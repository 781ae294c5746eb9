/* From a recipe to counts; see drive.h. */
#include "client/agent/drive.h"

#include <inttypes.h>
#include <math.h>
#include <string.h>

#include "client/agent/play.h"
#include "server/base/alloc.h"
#include "server/base/check.h"
#include "server/base/clock.h"
#include "server/base/secret.h"
#include "server/wave/actuation.h"
#include "server/wave/render.h"

#define SAMPLES_MAX (INT64_C(1) << 26)
#define MARGIN_MAX  1e9 /* a finite number for a drive that is as good as silent */

enum qb_status drive_check_recipe(const struct drill_recipe *recipe, const uint8_t campaign[static 16],
                                  const struct drill_plan *plan, int64_t slot, int station, struct qb_error *e)
{
	const struct wave_station *s = &plan->network->stations[station];
	if (memcmp(recipe->campaign, campaign, 16) != 0)
		return qb_fail(e, QB_CRYPTO, "recipe", NULL, "is another campaign's");
	if (recipe->slot != slot || recipe->slot_start_ns != slots_start(&plan->slots, slot) ||
	    recipe->slot_ns != plan->slots.slot_ns)
		return qb_fail(e, QB_CRYPTO, "recipe", NULL, "is another slot's");
	if (strcmp(recipe->station, s->name) != 0)
		return qb_fail(e, QB_CRYPTO, "recipe", NULL, "is another station's");
	if (recipe->rate_hz != s->actuator.rate_hz)
		return qb_fail(e, QB_CRYPTO, "recipe", NULL, "has another rate than the station's actuator");
	return QB_OK;
}

static enum qb_status check_actuator(const struct drill_recipe *r, const struct wave_actuator *a, struct qb_error *e)
{
	if (!a->present)
		return qb_fail(e, QB_REFUSED, "actuator", NULL, "the network gives none for this station");
	if (a->valid_to_gps_ns > a->valid_from_gps_ns &&
	    (r->slot_start_ns < a->valid_from_gps_ns || r->slot_start_ns + r->slot_ns > a->valid_to_gps_ns))
		return qb_fail(e, QB_REFUSED, "actuator", "renew the calibration",
		               "its calibration is not valid at the time of the slot");
	return QB_OK;
}

static enum qb_status check_limits(const struct wave_actuator *a, const struct drill_plan *plan, const double *counts,
                                   size_t n, double rate_hz, double *margin, struct qb_error *e)
{
	struct actuator_limits limits = {.largest_drive = plan->largest_drive};
	struct actuator_report report;
	CHECK(plan->n_excluded_bands <= ACTUATOR_MAX_BANDS);
	limits.n_bands = plan->n_excluded_bands;
	memcpy(limits.excluded_bands_hz, plan->excluded_bands_hz,
	       (size_t)limits.n_bands * sizeof limits.excluded_bands_hz[0]);
	actuator_check(a, &limits, rate_hz, counts, n, &report);
	*margin = report.least_margin < MARGIN_MAX ? report.least_margin : MARGIN_MAX;
	enum qb_status st = QB_OK;
	for (int i = 0; st == QB_OK && i < report.n; i++) {
		if (!report.limit[i].within)
			st = qb_fail(e, QB_REFUSED, "limits", NULL, "the drive is beyond the limit '%s'",
			             report.limit[i].name);
	}
	wipe(&report, sizeof report);
	return st;
}

/* The same samples as the sealer rendered when it held the draw to the limits. */
static enum qb_status render(const struct drill_recipe *r, const struct wave_source *source,
                             const struct wave_station *station, struct drive *out, struct qb_error *e)
{
	struct play grid;
	play_begin(&grid, r->slot_start_ns, r->slot_ns, r->rate_hz);
	int64_t from = play_sample_at(&grid, r->drive_from_ns), to = play_sample_at(&grid, r->drive_to_ns);
	if (to <= from || to - from > SAMPLES_MAX)
		return qb_fail(e, QB_RANGE, "recipe", NULL, "the drive's window is empty or too long");
	out->n = (size_t)(to - from);
	out->at = from;
	out->counts = QB_NEW_ARRAY(double, out->n);
	return render_drive(station, source, r->rate_hz, r->drive_from_ns, out->n, out->counts, e);
}

enum qb_status drive_make(const struct drill_recipe *recipe, const struct drill_plan *plan, int station,
                          struct drive *out, struct qb_error *e)
{
	const struct wave_station *s = &plan->network->stations[station];
	struct wave_source source;
	*out = (struct drive){.from_ns = recipe->drive_from_ns, .to_ns = recipe->drive_to_ns};
	enum qb_status st = check_actuator(recipe, &s->actuator, e);
	if (st == QB_OK)
		st = drill_recipe_to_source(recipe, &source, e);
	if (st == QB_OK)
		st = render(recipe, &source, s, out, e);
	if (st == QB_OK)
		st = check_limits(&s->actuator, plan, out->counts, out->n, recipe->rate_hz, &out->margin, e);
	if (st == QB_OK) {
		memcpy(out->calibration_id, s->actuator.calibration_id, sizeof out->calibration_id);
		/* Adding zero turns a null's negative zeros, which would show the signs of its draw, into plain ones.
		 */
		for (size_t i = 0; i < out->n; i++)
			out->counts[i] = out->counts[i] * recipe->gain + 0.0;
		out->margin *= recipe->gain;
	}
	wipe(&source, sizeof source);
	if (st != QB_OK)
		drive_free(out);
	return st;
}

void drive_free(struct drive *d)
{
	if (d->counts != NULL)
		wipe(d->counts, d->n * sizeof *d->counts);
	qb_free(d->counts);
	wipe(d, sizeof *d);
}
════
§ Exercise aim: Print exactly the stretch of lines beginning with the one that holds "wipe(&source, sizeof source);" and ending at the last line above.

§ Solution for this task:
	wipe(&source, sizeof source);
	if (st != QB_OK)
		drive_free(out);
	return st;
}

void drive_free(struct drive *d)
{
	if (d->counts != NULL)
		wipe(d->counts, d->n * sizeof *d->counts);
	qb_free(d->counts);
	wipe(d, sizeof *d);
}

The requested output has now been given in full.